Hello,
How accurate are the statistics of Recorded/Validated clips per language? Because people are recording and validating, but the numbers are not reflecting! Is there a delay in processing data that I should be aware of?
These numbers are important to me, in order to manage human resources for the project.
It would’ve been very useful, if the amount of remaining - unrecorded, invalidated recorded - sentences were available as well.
Here is a screenshot:
I believe there is a delay. I think the numbers are recalculated every 24h or so, but @phirework will have a better idea.
I would love to have this as well. The languages page would be perfect for this. For unpublished languages there is already a bar for sentence collection. Why not keeping something similar for all languages?
To have these statistics on the language page would be ideal.

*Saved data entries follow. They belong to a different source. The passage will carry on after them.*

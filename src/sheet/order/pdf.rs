//! The sheet as a PDF: the same content and the same figures as the page.
//!
//! Blocks are laid out on sheets of paper first ([`layout`]), which is data that a test can look at;
//! [`writing`] makes a document of it. Two fonts are part of the program and of every document, so
//! that it looks the same everywhere.

mod drawing;
mod font;
mod layout;
mod table;
#[cfg(test)]
mod tests;
mod typesetting;
mod writing;

use super::content::content;
use super::document::Document;
use super::figures::Figures;

/// Size of the paper.
#[derive(Clone, Copy, Debug, Default, PartialEq, Eq)]
pub enum Paper {
    /// 210 mm × 297 mm.
    #[default]
    A4,
    /// 8.5 in × 11 in.
    Letter,
}

impl Paper {
    /// Both.
    pub const ALL: [Self; 2] = [Self::A4, Self::Letter];

    /// The word for it.
    #[must_use]
    pub fn word(self) -> &'static str {
        match self {
            Self::A4 => "a4",
            Self::Letter => "letter",
        }
    }

    /// Width and height, points of 1/72 in.
    fn size_pt(self) -> (f64, f64) {
        match self {
            Self::A4 => (595.28, 841.89),
            Self::Letter => (612.0, 792.0),
        }
    }
}

impl Document {
    /// The sheet as a PDF.
    #[must_use]
    pub fn pdf(&self, figures: &Figures, paper: Paper) -> Vec<u8> {
        let content = content(self);
        let foot = format!(
            "{} · {} · structure {}",
            content.name,
            content.copy,
            self.text_at("/stamp/structure_sha256")
                .chars()
                .take(12)
                .collect::<String>()
        );
        let pages = layout::pages(&content, figures, paper, &foot);
        writing::document(&pages, paper, &content.name, self.text_at("/stamp/program"))
    }
}
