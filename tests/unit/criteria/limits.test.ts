import { describe, expect, it } from 'vitest';
import { judgeBounds } from '../../../sim/criteria/limits.js';

describe('judging a value by its limit', () => {
  it('leaves a margin below an upper limit, and as a share of it', () => {
    expect(judgeBounds(3, { atMost: 4 })).toEqual({ margin: 1, marginShare: 0.25, passes: true });
    expect(judgeBounds(5, { atMost: 4 })).toEqual({ margin: -1, marginShare: -0.25, passes: false });
  });

  it('leaves a margin above a lower limit', () => {
    expect(judgeBounds(5, { atLeast: 4 })).toEqual({ margin: 1, marginShare: 0.25, passes: true });
    expect(judgeBounds(3, { atLeast: 4 })).toEqual({ margin: -1, marginShare: -0.25, passes: false });
  });

  it('takes the nearer limit of a band', () => {
    expect(judgeBounds(9, { between: [4, 10] })).toEqual({ margin: 1, marginShare: 0.1, passes: true });
    expect(judgeBounds(5, { between: [4, 10] })).toEqual({ margin: 1, marginShare: 0.25, passes: true });
    expect(judgeBounds(2, { between: [4, 10] })).toEqual({ margin: -2, marginShare: -0.5, passes: false });
  });

  it('counts a share of the size of a limit below nil, and none of a limit that is nil', () => {
    expect(judgeBounds(-2, { atLeast: -4 })).toEqual({ margin: 2, marginShare: 0.5, passes: true });
    expect(judgeBounds(-2, { atMost: 0 })).toEqual({ margin: 2, passes: true });
  });

  it('passes a value at its limit, also where rounding has moved it, and no farther', () => {
    expect(judgeBounds(0.1 + 0.2, { atMost: 0.3 })).toMatchObject({ passes: true });
    expect(judgeBounds(0.3 * (1 + 1e-11), { atMost: 0.3 })).toMatchObject({ passes: false });
  });

  it('says nothing where there is no limit', () => {
    expect(judgeBounds(1, {})).toBeNull();
  });
});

Part of these statistics can be seen in the sentence collector’s page https://commonvoice.mozilla.org/sentence-collector/ , what’s missing is the amount of sentences that were recorded and validated, (the sentences that supposedly left the pool).
This could be calculated: Request: Number of not recorded sentences by language
Note that the statistics on the SentenceCollector only includes what it knows about. Anything that’s added outside of that is not counted. So this would be missing extracts from Wikipedia through the Sentence Extractor as well as bulk uploads such as the Europarl corpus in several languages.
Then it would be useful to have statistics similar to the sentence collector on the active CV Pool.